Since the professional interaction between members of these scientific disciplines has intensified greatly over the past years, FEMS Immunology and Medical Microbiology is significantly adapting its editorial policies. We intend to take advantage of current developments and develop our journal as the best forum for the presentation of investigations that explore the boundaries between infectious diseases, immunology and molecular technology. Over recent years our Notes to authors and the description of the scope of the journal emphasised that correlates of protection against infection should be a key aspect of any submitted paper. We will now more explicitly broaden the scope of the journal to include not only papers on correlates of protection but also those that focus on correlates of infection.

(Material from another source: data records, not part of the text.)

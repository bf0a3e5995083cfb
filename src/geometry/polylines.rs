//! Polylines for those who need them: near the curve, and of the same area.

use super::outline::{Loop, Outline};
use super::piece::Piece;
use super::point::Point;

impl Outline {
    /// One closed polyline per loop (the last point joins the first), nowhere further than
    /// `tolerance` from the boundary, and enclosing the same area.
    pub fn polylines(&self, tolerance: f64) -> Vec<Vec<Point>> {
        self.loops.iter().map(|l| polyline(l, tolerance)).collect()
    }
}

fn polyline(l: &Loop, tolerance: f64) -> Vec<Point> {
    let mut out = Vec::new();
    for p in &l.pieces {
        let mut points = matching_area(p, tolerance);
        points.pop();
        out.extend(points);
    }
    out
}

/// Points of a piece, ends on its ends, the inner ones moved off the curve along their normals
/// by twice a third of the height of the chords there, scaled so that the area is right.
///
/// Heights after the move are at most 4/3 of a chord's (two chords, all the area from the one
/// point between them), which the flattening allows for.
fn matching_area(p: &Piece, tolerance: f64) -> Vec<Point> {
    let mut ts = p.flatten(0.7 * tolerance);
    if matches!(p, Piece::Line { .. }) {
        return vec![p.start(), p.end()];
    }
    if ts.len() == 2 {
        ts = vec![0.0, 0.5, 1.0];
    }
    let n = ts.len();
    let on: Vec<Point> = ts.iter().map(|t| p.at(*t)).collect();
    let shift: Vec<Point> = (0..n)
        .map(|k| {
            if k == 0 || k == n - 1 {
                return Point::default();
            }
            // Height of a chord over the curve: κ ℓ²/8, to the right where the curve turns left.
            let l = 0.5 * ((on[k] - on[k - 1]).norm() + (on[k + 1] - on[k]).norm());
            p.tangent(ts[k]).left() * (-p.curvature(ts[k]) * l * l / 12.0)
        })
        .collect();
    let c = p.start();
    let enclosed = |f: f64| {
        let q = |k: usize| on[k] + shift[k] * f - c;
        (0..n - 1).map(|k| 0.5 * q(k).cross(q(k + 1))).sum::<f64>()
    };
    // Quadratic in f: three values give it, Newton from the usual answer solves it.
    let target = p.area_about(c);
    let (e0, e1, e2) = (enclosed(0.0), enclosed(1.0), enclosed(2.0));
    let (a, b) = (0.5 * (e2 - 2.0 * e1 + e0), 2.0 * e1 - 1.5 * e0 - 0.5 * e2);
    let mut f = 1.0;
    for _ in 0..6 {
        let step = (e0 + f * (b + f * a) - target) / (b + 2.0 * f * a);
        f -= step;
    }
    // An inflection can leave next to nothing to scale; the bound comes before the area there.
    if !(0.0..=2.5).contains(&f) {
        f = 1.0;
    }
    (0..n).map(|k| on[k] + shift[k] * f).collect()
}

#[cfg(test)]
#[allow(clippy::unwrap_used)]
mod tests {
    use super::super::point::pt;
    use super::*;

    fn area(l: &[Point]) -> f64 {
        let n = l.len();
        (0..n)
            .map(|k| 0.5 * (l[k] - l[0]).cross(l[(k + 1) % n] - l[0]))
            .sum()
    }

    #[test]
    fn polylines_keep_the_area_and_the_bound() {
        let trace = [
            pt(0., 0.),
            pt(2., -0.5),
            pt(3., 2.),
            pt(1., 1.5),
            pt(0., 3.),
        ];
        let shapes = [
            Outline::disc(pt(0.3, 0.1), 1.7).unwrap(),
            Outline::ellipse(pt(0., 0.), pt(3., 0.5), 0.3).unwrap(),
            Outline::ring(pt(5., 0.), 0.5, 1.0).unwrap(),
            Outline::smooth_closed(&trace).unwrap(),
            Outline::smooth_closed(&trace).unwrap().grown(0.1).unwrap(),
            Outline::stadium(pt(0., 0.), 1., 2., 0.4).unwrap(),
        ];
        for o in shapes {
            for tolerance in [0.03, 1e-3, 1e-5] {
                let lines = o.polylines(tolerance);
                let sum: f64 = lines.iter().map(|l| area(l)).sum();
                assert!(
                    (sum - o.area()).abs() < 1e-13 * o.area(),
                    "{o:?} {tolerance}"
                );
                for l in &lines {
                    for k in 0..l.len() {
                        let (a, b) = (l[k], l[(k + 1) % l.len()]);
                        for f in [0.0, 0.25, 0.5, 0.75] {
                            let d = o.distance(a + (b - a) * f).abs();
                            assert!(d <= tolerance, "{d} > {tolerance}");
                        }
                    }
                }
            }
        }
    }
}
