//! Polygons, checked.

use super::error::GeometryError;
use super::meet::meeting_boxes;
use super::outline::Outline;
use super::piece::Piece;
use super::point::{Box2, Point};

impl Outline {
    /// A polygon from its vertices in order, either way round; the first may be repeated at the
    /// end.
    ///
    /// # Errors
    /// Fewer than three vertices, neighbours in the same place, edges that cross or lie on each
    /// other (named by the number of their first vertex, counted from 1), no area.
    pub fn polygon(vertices: &[Point]) -> Result<Self, GeometryError> {
        let mut v = vertices;
        if v.len() > 3 && v.first() == v.last() {
            v = &v[..v.len() - 1];
        }
        let n = v.len();
        if n < 3 {
            return Err(GeometryError::TooFewPoints {
                given: n,
                needed: 3,
            });
        }
        if let Some(k) = v.iter().position(|p| !p.is_finite()) {
            return Err(GeometryError::NotFinite {
                what: format!("point {}", k + 1),
            });
        }
        let mut bounds = Box2::EMPTY;
        for p in v {
            bounds.include(*p);
        }
        let eps = 1e-12 * bounds.diagonal();
        for k in 0..n {
            let next = (k + 1) % n;
            if (v[next] - v[k]).norm() <= eps {
                return Err(GeometryError::DuplicatePoints {
                    first: k + 1,
                    second: next + 1,
                    at: v[k],
                });
            }
        }
        let twice: f64 = (0..n)
            .map(|k| (v[k] - v[0]).cross(v[(k + 1) % n] - v[0]))
            .sum();
        refuse_crossings(v, eps)?;
        if twice.abs() <= eps * bounds.diagonal() {
            return Err(GeometryError::NoArea);
        }
        let mut v = v.to_vec();
        if twice < 0.0 {
            v.reverse();
        }
        let pieces = (0..n).map(|k| Piece::line(v[k], v[(k + 1) % n])).collect();
        Ok(Self::single(pieces))
    }
}

fn refuse_crossings(v: &[Point], eps: f64) -> Result<(), GeometryError> {
    let n = v.len();
    let end = |k: usize| v[(k + 1) % n];
    let boxes: Vec<Box2> = (0..n)
        .map(|k| {
            let mut b = Box2::EMPTY;
            b.include(v[k]);
            b.include(end(k));
            b.widened(eps)
        })
        .collect();
    let mut worst: Option<(usize, usize, Point)> = None;
    for (i, j) in meeting_boxes(&boxes) {
        let found = if (j + 1) % n == i || i + 1 == j {
            // Neighbours share a vertex; they must not run back over each other.
            let (a, b) = if i + 1 == j { (i, j) } else { (j, i) };
            folds_back(v[a], v[b], end(b), eps).then_some(v[b])
        } else {
            crossing(v[i], end(i), v[j], end(j), eps)
        };
        if let Some(at) = found
            && worst.is_none_or(|w| (i, j) < (w.0, w.1))
        {
            worst = Some((i, j, at));
        }
    }
    match worst {
        Some((i, j, at)) => Err(GeometryError::EdgesCross {
            first: i + 1,
            second: j + 1,
            at,
        }),
        None => Ok(()),
    }
}

fn folds_back(a: Point, b: Point, c: Point, eps: f64) -> bool {
    let (u, w) = (a - b, c - b);
    u.dot(w) > 0.0 && u.cross(w).abs() <= eps * u.norm().max(w.norm())
}

/// A common point of two edges that are no neighbours.
fn crossing(a: Point, b: Point, c: Point, d: Point, eps: f64) -> Option<Point> {
    let (p, q) = (Piece::line(a, b), Piece::line(c, d));
    let contacts = super::meet::meet(&p, &q, eps);
    // Two edges may touch in a vertex (two parts joined in a point) without harm to the area,
    // but what is inside is then a guess: refused like a crossing.
    contacts.first().map(|(t, _)| p.at(*t))
}

#[cfg(test)]
#[allow(clippy::unwrap_used)]
mod tests {
    use super::super::point::pt;
    use super::*;

    #[test]
    fn a_bow_tie_is_refused_and_its_edges_are_named() {
        let e = Outline::polygon(&[pt(0., 0.), pt(1., 1.), pt(1., 0.), pt(0., 1.)]).unwrap_err();
        assert_eq!(
            e,
            GeometryError::EdgesCross {
                first: 1,
                second: 3,
                at: pt(0.5, 0.5)
            }
        );
        assert!(e.to_string().contains("from point 1"), "{e}");
    }

    #[test]
    fn bad_vertices_are_refused() {
        let sq = [pt(0., 0.), pt(1., 0.), pt(1., 1.), pt(0., 1.)];
        assert!(matches!(
            Outline::polygon(&sq[..2]),
            Err(GeometryError::TooFewPoints { given: 2, .. })
        ));
        let doubled = [sq[0], sq[1], sq[1], sq[2], sq[3]];
        assert!(matches!(
            Outline::polygon(&doubled),
            Err(GeometryError::DuplicatePoints { first: 2, .. })
        ));
        let flat = [pt(0., 0.), pt(1., 0.), pt(2., 0.)];
        assert!(Outline::polygon(&flat).is_err());
        let nan = [sq[0], pt(f64::NAN, 0.), sq[2]];
        assert!(matches!(
            Outline::polygon(&nan),
            Err(GeometryError::NotFinite { .. })
        ));
        let closed = [sq[0], sq[1], sq[2], sq[3], sq[0]];
        assert_eq!(Outline::polygon(&closed).unwrap().loops[0].pieces.len(), 4);
    }

    #[test]
    fn either_way_round_gives_the_same_area() {
        let l = [
            pt(0., 0.),
            pt(2., 0.),
            pt(2., 1.),
            pt(1., 1.),
            pt(1., 2.),
            pt(0., 2.),
        ];
        let mut r = l;
        r.reverse();
        assert_eq!(Outline::polygon(&l).unwrap().area(), 3.0);
        assert_eq!(Outline::polygon(&r).unwrap().area(), 3.0);
    }
}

Consequently, the scope of the journal has been amended to more accurately reflect the journal's title. Papers can now be submitted that are focussing on microbial components (e.g. virulence factors) responsible for pathogenesis and disease manifestation. Both mechanistic studies and epidemiological studies on gene incidences and polymorphism are welcomed, as long as novel features of disease mechanisms are discussed. As before, studies on innate and acquired immune mechanisms (including antigen processing, immune recognition, lymphokine or interleukin action, antibodies, cell-mediated immunity, etc.) can be submitted, but we now also welcome studies that characterise microbial candidate antigens, their isolation and characterisation by genetic techniques and their use in laboratory- or field-based vaccine studies. The journal will consider papers that cover general aspects of diagnostic medical microbiology as long as they co-consider fundamental aspects of infectious diseases. Finally, FEMS Immunology and Medical Microbiology will also publish papers that deal with functional microbial genomics of medically relevant microbes.

3 Quality

The editors and members of the editorial board feel that the topics listed above will be instrumental in further improving the quality of our journal. In addition, in January 2002 electronic submission will be strongly encouraged. All involved in the publishing process feel that this will definitely improve and speed-up the review-process. In conclusion, we are confident that our new editorial policy will result in further enhancement of the cross-talk between immunology and medical microbiology, thereby continuously deepening our insights in correlates of microbial infection and immune-protection.